#### Input data ####
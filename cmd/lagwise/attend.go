package main

import (
	"context"
	"io"

	"lagwise/server"
)

// attend serves the protocol. It takes the options that the protocol's
// recommendations name.
func attend(ctx context.Context, s streams, args []string) (int, error) {
	o := &options{}
	f := newFlags("attend", s, o, "text")
	_ = f.Bool("stdio", true, "speak on standard input and output")
	port := f.Int("port", 0, "connect to this port of this machine")
	socket := f.Int("socket", 0, "the same as --port")
	pipe := f.String("pipe", "", "connect to this pipe")
	parent := f.Int("clientProcessId", 0, "end when this process ends")
	if err := f.parse(args, o); err != nil {
		return exitFailed, err
	}
	if len(o.paths) > 0 {
		return exitFailed, &usageError{"attend takes no paths: the editor names the folders"}
	}
	e, err := o.engine()
	if err != nil {
		return exitFailed, err
	}
	in, out, err := channel(ctx, s, max(*port, *socket), *pipe)
	if err != nil {
		return exitFailed, err
	}
	return server.Serve(ctx, in, out, server.Options{Engine: e, Version: version, Log: s.err, ParentPID: *parent}), nil
}

// channel is where the client speaks.
func channel(ctx context.Context, s streams, port int, pipe string) (io.Reader, io.Writer, error) {
	switch {
	case pipe != "":
		c, err := server.ConnectPipe(ctx, pipe)
		return c, c, err
	case port != 0:
		c, err := server.ConnectPort(ctx, port)
		return c, c, err
	}
	return s.in, s.out, nil
}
####
- _Problem_:
Reproduce each line of the records in which the string "takes" appears.

- _Answer for this exercise_:
// attend serves the protocol. It takes the options that the protocol's
		return exitFailed, &usageError{"attend takes no paths: the editor names the folders"}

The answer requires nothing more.